I just think that buying books to prevent other people from reading them is wrong. Even if you are within your legal rights to do it.
post #156 of 158
At least one less person will read Babywise
post #157 of 158
"I haven't read the whole thread yet but I'm kind of on the "non-censorship"-"slippery slope" side of the fence. Reading this thread, and talk of burning books makes me nervous no matter how much I hate what is written inside."

I agree with this.


"At least one less person will read Babywise "
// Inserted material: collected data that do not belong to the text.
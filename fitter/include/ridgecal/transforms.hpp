// ridgecal: linearising transforms applied before the polynomial is fitted.
//
// The chain, for one raw reading x (what the instrument reports) and one
// reference value y (what the reference standard says):
//
//   x --divider--> R --reading transform--> u        (the fitted input)
//   y --reference transform--> v                     (the fitted output)
//   model:  v = q(u [, aux]),  reported value  y = inverse(q(u [, aux]))
//
// * Divider (optional): ADC counts of a resistive divider -> resistance of the
//   sensor element. With a fixed resistor Rf, full-scale counts F and the ADC
//   referenced to the divider supply (ratiometric):
//     sensor-low  (sensor to ground, Rf to the supply):  R = Rf * x / (F - x)
//     sensor-high (sensor to the supply, Rf to ground):  R = Rf * (F - x) / x
//   Precondition for a valid value: 0 < x < F.
// * Reading transform: `none` (u = R) or `ln` (u = ln R, R > 0), e.g. for NTC
//   thermistors.
// * Reference transform: `none` (v = y) or `reciprocal-kelvin`
//   (v = 1 / (y + 273.15), y in degC, y > -273.15), the Steinhart-Hart family
//   1/T = a + b ln R + c (ln R)^3.
//
// Metrics are always computed on y, in the reference units, after the inverse
// transform.
#pragma once

#include <string>

namespace ridgecal {

enum class ReadingTransform { None, Ln };
std::string to_string(ReadingTransform t);  ///< `none`, `ln`
ReadingTransform reading_transform_from_string(
    const std::string& s);  ///< throws std::invalid_argument

enum class ReferenceTransform { None, ReciprocalKelvin };
std::string to_string(ReferenceTransform t);  ///< `none`, `reciprocal-kelvin`
ReferenceTransform reference_transform_from_string(
    const std::string& s);  ///< throws std::invalid_argument

enum class DividerPosition { SensorLow, SensorHigh };
std::string to_string(DividerPosition p);  ///< `sensor-low`, `sensor-high`
DividerPosition divider_position_from_string(
    const std::string& s);  ///< throws std::invalid_argument

/// Conversion of ADC counts of a ratiometric divider to the sensor's resistance.
struct Divider {
  bool enabled = false;
  double fixed_resistance = 0.0;  ///< Rf, ohms, > 0
  DividerPosition position = DividerPosition::SensorLow;
  double full_scale = 0.0;  ///< counts at the divider supply (e.g. 4095 or 4096), > 0

  std::string validate() const;  ///< empty when valid (or disabled)
  /// Resistance for `counts`; NaN when counts is outside (0, full_scale).
  double resistance(double counts) const;
};

/// The whole transform chain. Default: identity.
struct Transforms {
  Divider divider;
  ReadingTransform reading = ReadingTransform::None;
  ReferenceTransform reference = ReferenceTransform::None;

  bool identity() const {
    return !divider.enabled && reading == ReadingTransform::None &&
           reference == ReferenceTransform::None;
  }
  std::string validate() const;  ///< empty when valid

  /// Raw reading -> fitted input u. NaN when x is outside the transform's domain.
  double input(double x) const;
  /// Reference value -> fitted output v. NaN when y is outside the domain.
  double output(double y) const;
  /// Fitted output v -> reference value y (inverse of `output`). NaN for v <= 0
  /// with the reciprocal-kelvin transform.
  double output_inverse(double v) const;
  /// One line naming the chain, e.g. "counts -> divider(sensor-low, 10000 ohm, 4095) -> ln".
  std::string describe() const;
};

/// Absolute zero offset used by the reciprocal-kelvin transform (degC -> K).
inline constexpr double kKelvinOffset = 273.15;

}  // namespace ridgecal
What if it was the one person who was so disgusted by Babywise, who had the resources to do something about getting a warning on the cover or taking the author to task in court, they did something about it.
post #158 of 158
I haven't read this whole thread, but I just thought I'd add this idea: I have a friend who carries post-it notes with her. When she finds a book like that, instead of hiding it or buying it to burn or whatever, she writes a note and sticks it inside. She recommends other options depending what the book is: the No-Cry Sleep Solution, Gentle Discipline, etc., for Baby Wise, The Thinking Woman's Guide to Birth for mainstream pregnancy/birth books, etc. That way someone can still buy the "bad" book if they want, but maybe they've been given another possible resource that they otherwise would never have known about.

Sometimes when I'm in a bookstore, if there are enough copies of a book I like, I'll stick one in front of Babywise or some other awful book. That way, Babywise is still there, where people can find it, they just have to move another alternative out of the way to find it. Again, maybe they didn't know there were other options out there and maybe someone will consider reading Sears instead.

I think it's more important that people be exposed to other ideas so that they can make informed decisions. If you don't know any better and your MIL and best friends and ped are all telling you that you NEED to follow Babywise, why wouldn't you? But if you read that AND some more gentle resources, you might be more likely to not blindly follow the Babywise advice. Sadly, I think a lot of people just don't know what else is out there.